Just months after taking over, Gulliver announced some 30,000 jobs cuts over two years to trim costs by as much as $2.5 billion. In the latest round, as many as 21,000 of the cuts will stem from initiatives such as automation, digital banking and paring administrative roles, according to slides.
Under his plan, the CEO plans to cut risk-weighted assets by about $290 billion, including a reduction at the securities division to less than one third of the group’s RWAs, and target a return on equity of more than 10 percent by 2017. The bank cut its ROE target to 10 percent in February from as much as 15 percent. In 2014, it had an ROE of 7.3 percent.
The savings program will cost $4 billion to $4.5 billion through 2017, according to the statement.
“We recognize that the world has changed and we need to change with it,” Gulliver said in the statement. “I’m confident that our actions will allow us to capture expected future growth opportunities and deliver further value to shareholders.”
HSBC, founded 150 years ago in Hong Kong, will also sell operations in Turkey and Brazil, while stepping up investment in Asia, expanding asset management and insurance and focusing on places including China’s Pearl River Delta and areas including the internationalization of the yuan.
“Margins are higher” in Asia,’’ said Jonathan Tyce, senior banks analyst at Bloomberg Intelligence in an interview on Bloomberg Television from London on Tuesday. “Everybody’s all over Asia. This is all about improving capital efficiency. You can completely understand the motivation.”
“We recognize that the world has changed and we need to change with it”
With his strategy update, Gulliver is seeking to convince investors that he’s the right man to lead HSBC. At Deutsche Bank AG, Germany’s largest lender, co-CEO Anshu Jain announced his resignation on Sunday, just two months after presenting a strategic update that investors considered too weak.
“Gulliver is not an idiot,” said Chris Wheeler, an analyst at Atlantic Equities in London. “This is quite the opposite to Deutsche Bank as there is tonnes of granularity of where the cost cutting will come, how they’re achieving it and why they’re getting out of countries.”
HSBC has come under pressure to reduce costs and reverse a decline in profit after a year that saw the bank being fined for manipulating currency markets and embroiled in a tax-avoidance scandal in Switzerland.
The bank last week agreed to pay 40 million Swiss francs ($43 million) to close an investigation by Geneva prosecutors into allegations of money laundering at its Swiss private bank.
In February, Gulliver pledged that underperforming units would face “extreme solutions” after full-year earnings fell 17 percent and the lender scrapped four-year-old profitability targets, citing a tougher regulatory environment.
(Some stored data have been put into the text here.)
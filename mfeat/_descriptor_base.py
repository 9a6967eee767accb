"""What all texture descriptors share: input checks, missing pixels, workers, standard values."""

from collections.abc import Iterable, Iterator
from itertools import pairwise
from typing import Any, ClassVar

import numpy as np
from joblib import Parallel, delayed
from sklearn.base import BaseEstimator, TransformerMixin
from sklearn.exceptions import NotFittedError
from sklearn.utils._param_validation import StrOptions

from mfeat import _checks, stacks
from mfeat.smoothing import fill_nearest

# Order statistics that each training patch gives for a value range, so that all weigh alike.
_PER_PATCH = 101

# Shares of the pooled training values outside `range_`, on either side: stray pixels of a sensor
# would otherwise stretch it.
_STRAY = 0.005


class TextureDescriptor(TransformerMixin, BaseEstimator):
    """Base of the descriptors: one row of numbers a patch, of a length that settings decide.

    A descriptor gives `_names`, `_smallest_side` and `_describe`; one that learns says so in
    `_learns` and stores what it learned in `_learn`. Settings that scikit-learn cannot word are
    checked in `_check_settings`.
    """

    _parameter_constraints: ClassVar[dict] = {
        "location_scale": ["boolean"],
        "missing": [StrOptions({"error", "nearest"})],
        "n_jobs": "no_validation",
    }

    def fit(self, X: Any, y: Any = None) -> "TextureDescriptor":
        """Check the parameters and the patches; learn what the descriptor learns.

        Parameters
        ----------
        X : array of shape (n, h, w), or list of 2-D arrays
            Patches of bool, integers or floating-point numbers.
        y : ignored

        Returns
        -------
        self
        """
        self._check()
        groups = self._groups(X)
        stacked = (self._pixels(group) for group in groups)
        if self._learns():
            self._learn(stacked)
        else:
            for _ in stacked:  # refuses here what `transform` would refuse
                pass
        return self

    def transform(self, X: Any) -> np.ndarray:
        """Return one vector a patch.

        Parameters
        ----------
        X : array of shape (n, h, w), or list of 2-D arrays
            Patches of bool, integers or floating-point numbers.

        Returns
        -------
        ndarray of shape (n, n_features), float32

        Raises
        ------
        ValueError
            For patches that are too small, hold infinities, have no valid pixel, or have missing
            pixels under ``missing="error"``.
        NotFittedError
            Where something is learned, before `fit`.
        """
        self._check()
        if self._learns() and not self.__sklearn_is_fitted__():
            raise NotFittedError(
                f"{type(self).__name__} with these settings learns from training patches: call "
                "fit before this"
            )
        groups = self._groups(X)
        out = np.empty((sum(len(g.images) for g in groups), self._length()), np.float32)
        jobs = self.n_jobs if self.n_jobs is None else min(int(self.n_jobs), len(groups))
        parallel = Parallel(n_jobs=jobs, prefer="threads")
        done = parallel(delayed(self._rows)(group) for group in groups)
        for group, rows in zip(groups, done, strict=True):
            out[group.positions] = rows
        return out

    def get_feature_names_out(self, input_features: Any = None) -> np.ndarray:
        """Return the names of the vector's numbers.

        Parameters
        ----------
        input_features : ignored
            Present for scikit-learn's interface.

        Returns
        -------
        ndarray of str objects
        """
        self._check()
        return np.array(self._all_names(), dtype=object)

    # What a descriptor gives ----------------------------------------------------------------

    def _names(self) -> list[str]:
        """Return the names of the numbers, in order."""
        raise NotImplementedError

    def _smallest_side(self) -> int:
        """Return the smallest number of rows and of columns of a patch."""
        raise NotImplementedError

    def _describe(self, pixels: np.ndarray) -> np.ndarray:
        """Return rows (n, n_features) of complete patches (n, h, w), float64."""
        raise NotImplementedError

    def _check_settings(self) -> None:
        """Check settings beyond `_parameter_constraints`."""

    def _learns(self) -> bool:
        """Return whether `fit` learns anything."""
        return False

    def _learn(self, stacked: Iterable[np.ndarray]) -> None:
        """Learn from the training patches, given as stacks (n, h, w)."""
        self.range_ = value_range(stacked)

    # What is done for it --------------------------------------------------------------------

    def _check(self) -> None:
        self._validate_params()
        if self.n_jobs is not None and not _checks.integer("n_jobs", self.n_jobs, minimum=-(2**31)):
            raise ValueError(
                "n_jobs must be None, >= 1, or <= -1 to count from all processors; got 0"
            )
        self._check_settings()

    def _groups(self, X: Any) -> list[stacks.Group]:
        """Return the checked patches, sorted into groups of one shape and type."""
        refuse_channels(X)
        patches = stacks.collect(X, None)
        side = self._smallest_side()
        small = [k for k, (image,) in enumerate(patches.images) if min(image.shape) < side]
        if small:
            shape = patches.images[small[0]][0].shape
            raise ValueError(
                f"{type(self).__name__} with these settings needs patches of at least "
                f"{side}x{side} pixels; too small: {_some(small)}, X[{small[0]}] with shape "
                f"{shape}. Cut larger patches, or choose smaller scales"
            )
        return stacks.group_patches(patches, self._length())

    def _pixels(self, group: stacks.Group) -> np.ndarray:
        """Return the patches of a group as float64, missing pixels filled if that is wanted."""
        parts = group.stacks()
        shape = group.images[0].shape
        pixels = np.empty((len(group.images), *shape))
        for part in parts:
            pixels[part.places] = part.values
            if part.valid is None:
                continue
            places = [group.positions[place] for place in part.places]
            empty = [k for k, valid in zip(places, part.valid, strict=True) if not valid.any()]
            if empty:
                raise ValueError(f"no valid pixel in {_some(empty)}. Leave these patches out")
            if self.missing == "error":
                raise ValueError(
                    f"missing pixels in {_some(places)}; {type(self).__name__} knows none. Leave "
                    'these patches out, or set missing="nearest" to give each missing pixel the '
                    "value of the nearest valid one"
                )
            for place, valid in zip(part.places, part.valid, strict=True):
                pixels[place] = fill_nearest(pixels[place], valid.astype(bool))
        return pixels

    def _rows(self, group: stacks.Group) -> np.ndarray:
        pixels = self._pixels(group)
        rows = self._describe(pixels)
        if not self.location_scale:
            return rows
        head = mean_and_deviation(pixels)
        size, limits = np.abs(head), np.finfo(np.float32)
        fits = ((size <= limits.max) & ((size >= limits.tiny) | (size == 0))).all(axis=1)
        if not fits.all():
            k = int(np.argmin(fits))
            raise ValueError(
                f"{group.name(k)} has mean {head[k, 0]:.3g} and standard deviation "
                f"{head[k, 1]:.3g}, which float32 cannot hold. Set no-data values to NaN, use "
                "another unit, or set location_scale=False"
            )
        return np.concatenate([head, rows], axis=1)

    def _all_names(self) -> list[str]:
        return ["mean", "std"] * self.location_scale + self._names()

    def _length(self) -> int:
        return len(self._all_names())

    def __sklearn_is_fitted__(self) -> bool:
        return not self._learns() or hasattr(self, "range_")

    def __sklearn_tags__(self):
        tags = super().__sklearn_tags__()
        tags.input_tags.two_d_array = False
        tags.input_tags.three_d_array = True
        tags.input_tags.allow_nan = self.missing == "nearest"
        tags.requires_fit = self._learns()
        tags.transformer_tags.preserves_dtype = []
        return tags


def refuse_channels(X: Any) -> None:
    """Refuse colour images, for which a caller has to choose."""
    shape = np.shape(X) if isinstance(X, np.ndarray) else ()
    if isinstance(X, list | tuple):
        shape = next((s for s in (getattr(x, "shape", ()) for x in X) if len(s) == 3), ())
    if len(shape) == (4 if isinstance(X, np.ndarray) else 3):
        raise ValueError(
            f"patches of shape {shape} have channels; descriptors take grey values only. Give one "
            "channel, e.g. X[..., 0], as an array (n, h, w) or a list of 2-D arrays"
        )


def _some(positions: list[int]) -> str:
    """Return "X[3], X[7]", cut short where there are many."""
    shown = ", ".join(f"X[{k}]" for k in sorted(positions)[:5])
    return shown + (f" and {len(positions) - 5} more" if len(positions) > 5 else "")


def flattened(images: np.ndarray) -> np.ndarray:
    """Return images (n, h, w) as rows (n, h w)."""
    return images.reshape(len(images), -1)


def standardised(pixels: np.ndarray) -> np.ndarray:
    """Return patches (n, h, w) with mean 0 and standard deviation 1; flat ones become 0.

    The middle of the range goes first: a flat patch gives exact zeros, and patches far from zero
    lose no digits.
    """
    flat = flattened(pixels)
    low, high = flat.min(axis=1), flat.max(axis=1)
    # the range becomes 2, so squares neither overflow nor vanish
    half = np.where(high > low, high / 2 - low / 2, 1.0)
    centred = (flat - (low / 2 + high / 2)[:, None]) / half[:, None]
    centred -= centred.mean(axis=1)[:, None]
    deviation = np.sqrt(np.square(centred).mean(axis=1))
    centred[low == high] = 0
    return (centred / np.where(deviation > 0, deviation, 1)[:, None]).reshape(pixels.shape)


def mean_and_deviation(pixels: np.ndarray) -> np.ndarray:
    """Return mean and standard deviation (n, 2) of patches (n, h, w)."""
    flat = flattened(pixels)
    middle = flat.min(axis=1) / 2 + flat.max(axis=1) / 2
    centred = flat - middle[:, None]
    mean = centred.mean(axis=1)
    deviation = np.sqrt(np.square(centred - mean[:, None]).mean(axis=1))
    return np.stack([middle + mean, deviation], axis=1)


def value_range(stacked: Iterable[np.ndarray]) -> tuple[float, float]:
    """Return the central 99 % of the training patches' values, each patch with equal weight."""
    shares = np.linspace(0, 1, _PER_PATCH)
    pool = [np.quantile(flattened(s), shares, axis=1).ravel() for s in stacked]
    low, high = np.quantile(np.concatenate(pool), [_STRAY, 1 - _STRAY])
    return float(low), float(high)


def binned(pixels: np.ndarray, low: float, high: float, bins: int) -> np.ndarray:
    """Return the bin (0 to bins - 1) of each value; the outermost bins are open to the outside."""
    width = (high - low) / bins
    scaled = (pixels - low) / (width if width > 0 else 1.0)
    return np.clip(np.floor(scaled), 0, bins - 1).astype(np.intp)


def ranked(pixels: np.ndarray, bins: int) -> np.ndarray:
    """Return bins of equal probability in each patch of (n, h, w); equal pixels stay together.

    A pixel's bin is that of the middle of the ranks of all pixels equal to it.
    """
    out = np.empty(pixels.shape, np.intp)
    for place, patch in enumerate(pixels):
        order = np.sort(patch, axis=None)
        below = np.searchsorted(order, patch, side="left")
        reached = np.searchsorted(order, patch, side="right")
        out[place] = np.minimum(bins * (below + reached) // (2 * patch.size), bins - 1)
    return out


def positive_integers(name: str, values: Any) -> tuple[int, ...]:
    """Return a sequence of integers >= 1, ascending; it may not be empty."""
    numbers = tuple(_checks.integer(f"{name}[{k}]", v, minimum=1) for k, v in enumerate(values))
    return _ascending(name, numbers)


def positive_numbers(name: str, values: Any) -> tuple[float, ...]:
    """Return a sequence of numbers > 0, ascending; it may not be empty."""
    numbers = tuple(_checks.real(f"{name}[{k}]", v, above=0.0) for k, v in enumerate(values))
    return _ascending(name, numbers)


def _ascending(name: str, numbers: tuple) -> tuple:
    if not numbers:
        raise ValueError(f"{name} must hold at least one number; got {numbers!r}")
    if any(b <= a for a, b in pairwise(numbers)):
        raise ValueError(f"{name} must ascend strictly; got {numbers!r}")
    return numbers


def one_by_one(pixels: np.ndarray) -> Iterator[np.ndarray]:
    """Yield standardised patches as float32; single ones, for then no batch changes rounding."""
    yield from standardised(pixels).astype(np.float32)
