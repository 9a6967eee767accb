"""Checks of what users pass in, and the one wording of each complaint."""

import math
from collections.abc import Sequence
from typing import Any

import numpy as np

from mfeat import _kernels

#: Largest number of levels: level indices are 16-bit, and index 0 means "below every level".
MAX_LEVELS = 65_535

_FLOATS = (np.float16, np.float32, np.float64)


def choice(name: str, value: Any, known: Sequence[Any]) -> Any:
    """Return `value` if it is one of `known`; a closed option has no silent fallback."""
    for entry in known:
        if type(entry) is type(value) and entry == value:
            return value
        if isinstance(value, int | np.integer) and not isinstance(value, bool) and entry == value:
            return entry
    raise ValueError(f"{name} must be one of {', '.join(map(repr, known))}; got {value!r}")


def real(name: str, value: Any, *, minimum: float = -math.inf, above: float = -math.inf) -> float:
    """Return `value` as a finite float that is >= `minimum` and > `above`."""
    if isinstance(value, bool | np.bool_) or not isinstance(
        value, int | float | np.integer | np.floating
    ):
        raise TypeError(f"{name} must be a number; got {value!r} ({type(value).__name__})")
    number = float(value)
    if not math.isfinite(number) or number < minimum or number <= above:
        bound = f" > {above:g}" if above > -math.inf else ""
        bound = f" >= {minimum:g}" if minimum > -math.inf else bound
        raise ValueError(f"{name} must be a finite number{bound}; got {value!r}")
    return number


def integer(name: str, value: Any, *, minimum: int, maximum: int | None = None) -> int:
    """Return `value` as an int within the bounds; floats and bools are refused."""
    if isinstance(value, bool | np.bool_) or not isinstance(value, int | np.integer):
        raise TypeError(f"{name} must be an integer; got {value!r} ({type(value).__name__})")
    if value < minimum or (maximum is not None and value > maximum):
        upper = "" if maximum is None else f" and <= {maximum}"
        raise ValueError(f"{name} must be >= {minimum}{upper}; got {value}")
    return int(value)


def pitch(value: Any, name: str = "pitch") -> tuple[float, float]:
    """Return the pitch as (row pitch, column pitch); a single number means square pixels."""
    if isinstance(value, tuple | list | np.ndarray):
        if len(value) != 2:
            raise ValueError(
                f"{name} must be one number or (row pitch, column pitch); "
                f"got {len(value)} numbers: {value!r}"
            )
        return (real(f"{name}[0]", value[0], above=0.0), real(f"{name}[1]", value[1], above=0.0))
    number = real(name, value, above=0.0)
    return (number, number)


def image(array: Any, name: str = "image") -> np.ndarray:
    """Return a 2-D array of a countable type in native byte order; masked arrays stay masked.

    Countable: bool, integers of up to 64 bit, float16, float32, float64. Nothing is copied unless
    the bytes are swapped.
    """
    if not isinstance(array, np.ndarray):
        try:
            array = np.asarray(array)
        except ValueError as error:
            raise ValueError(f"{name} must be a 2-D array; it is ragged: {error}") from None
    dtype = array.dtype
    if not (dtype == np.bool_ or dtype.kind in "iu" or dtype.newbyteorder("=").type in _FLOATS):
        raise TypeError(
            f"{name} must hold bool, integers of up to 64 bit, float16, float32 or float64; "
            f"got dtype {dtype}. Convert it first, e.g. {name}.astype('float64')"
        )
    if array.ndim != 2:
        hint = "; for several images or channels use MinkowskiCurves" if array.ndim > 2 else ""
        raise ValueError(
            f"{name} must have 2 dimensions (rows, columns); got shape {array.shape}{hint}"
        )
    if array.shape[0] < 2 or array.shape[1] < 2:
        raise ValueError(f"{name} must be at least 2x2 pixels; got shape {array.shape}")
    if not dtype.isnative:
        array = array.astype(dtype.newbyteorder("="))
    return array


def valid_pixels(array: np.ndarray, mask: Any, name: str = "image") -> np.ndarray | None:
    """Return the map of valid pixels as uint8, or None where every pixel is valid.

    A pixel is missing where `mask` is False, where a masked array masks it, and where it is NaN.
    Infinities in valid pixels are refused.
    """
    valid = None
    if mask is not None:
        mask = np.asarray(mask)
        if mask.dtype != np.bool_:
            raise TypeError(
                f"mask of {name} must be boolean, True where a pixel is valid; "
                f"got dtype {mask.dtype}. Write e.g. mask=(mask != 0)"
            )
        if mask.shape != array.shape:
            raise ValueError(f"mask of {name} has shape {mask.shape}, the image {array.shape}")
        valid = mask
    if isinstance(array, np.ma.MaskedArray):
        unmasked = ~np.ma.getmaskarray(array)
        valid = unmasked if valid is None else valid & unmasked
    if array.dtype.kind == "f":
        values = compiled_type(np.asarray(array))
        given = np.ones(array.shape, np.uint8) if valid is None else valid.astype(np.uint8)
        usable = np.empty(array.shape, np.uint8)
        missing, infinite = _kernels.survey(values, given, usable)
        if infinite >= 0:
            row, col = divmod(infinite, array.shape[1])
            raise ValueError(
                f"{name} holds {values[row, col]} at row {row}, column {col}; "
                "infinite values cannot be ranked. Set them to NaN if they mean missing data"
            )
        return usable if missing else None
    if valid is None or valid.all():
        return None
    return valid.astype(np.uint8)


def compiled_type(array: np.ndarray) -> np.ndarray:
    """Return a contiguous array of a type that the kernels are compiled for; values unchanged.

    It is a read-only view or copy: Numba compiles read-only arrays apart from writable ones, and
    users' arrays may be either.
    """
    kind = array.dtype.kind
    size = array.dtype.itemsize
    if kind == "f":
        wanted = np.float64 if size == 8 else np.float32
    elif (kind == "u" and size == 1) or kind == "b":
        wanted = np.uint8
    elif kind == "u" and size == 8:
        wanted = np.uint64
    elif size < 4 or (kind == "i" and size == 4):
        wanted = np.int32
    else:
        wanted = np.int64
    return read_only(np.ascontiguousarray(array, dtype=wanted))


def read_only(array: np.ndarray) -> np.ndarray:
    """Return a read-only view."""
    view = array.view()
    view.flags.writeable = False
    return view


def level_sequence(levels: Any, name: str = "levels", *, strict: bool = True) -> np.ndarray:
    """Return explicit levels as a 1-D int64, uint64 or float64 array; no value is changed.

    They must be finite and strictly ascending, 1 to 65,535 of them.
    """
    if isinstance(levels, np.ndarray):
        array = levels
    else:
        try:
            given = list(levels)
        except TypeError:
            raise TypeError(f"{name} must be a sequence of numbers; got {levels!r}") from None
        array = np.asarray(given) if given else np.empty(0)
        if array.ndim == 1 and array.dtype.kind == "f":
            for number, stored in zip(given, array, strict=True):
                if isinstance(number, int | np.integer) and int(stored) != int(number):
                    raise ValueError(
                        f"{name} mixes {number} with other numbers in a way that would round it; "
                        "give all levels as integers of one signedness"
                    )
    if array.ndim != 1:
        raise ValueError(f"{name} must be one-dimensional; got shape {array.shape}")
    if array.dtype.kind == "f" and array.dtype.itemsize <= 8:
        array = array.astype(np.float64)
    elif array.dtype.kind == "u":
        array = array.astype(np.uint64)
    elif array.dtype.kind == "i":
        array = array.astype(np.int64)
    elif array.size:
        raise TypeError(f"{name} must hold integers or floats; got dtype {array.dtype}")
    if not 1 <= array.size <= MAX_LEVELS:
        raise ValueError(f"{name} must hold 1 to {MAX_LEVELS} levels; got {array.size}")
    bad = np.flatnonzero(~np.isfinite(array))
    if bad.size:
        raise ValueError(f"{name} must be finite; {name}[{bad[0]}] is {array[bad[0]]}")
    unordered = np.flatnonzero(array[1:] <= array[:-1] if strict else array[1:] < array[:-1])
    if unordered.size:
        at = unordered[0]
        raise ValueError(
            f"{name} must be strictly ascending; {name}[{at}] = {array[at]} is followed by "
            f"{array[at + 1]}. Use numpy.unique({name})"
        )
    return array


def show(values: np.ndarray, limit: int = 6) -> str:
    """Return a short text of a long array, for messages and reprs."""
    values = np.asarray(values)
    if values.size <= limit:
        inner = ", ".join(f"{v:.6g}" for v in values)
    else:
        inner = ", ".join(f"{v:.6g}" for v in values[:3]) + f", ..., {values[-1]:.6g}"
    return f"[{inner}]" + (f" ({values.size})" if values.size > limit else "")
HSBC is among the hardest hit by regulator scrutiny, with the Bank of England forcing the largest lenders to separate their consumer from riskier investment banking activities by 2019. It’s also been hurt by an increasing bank levy, costing lenders about 5.3 billion pounds ($8 billion) over the next five years.
Now domiciled in the U.K., HSBC will complete a headquarters review by year-end, it said.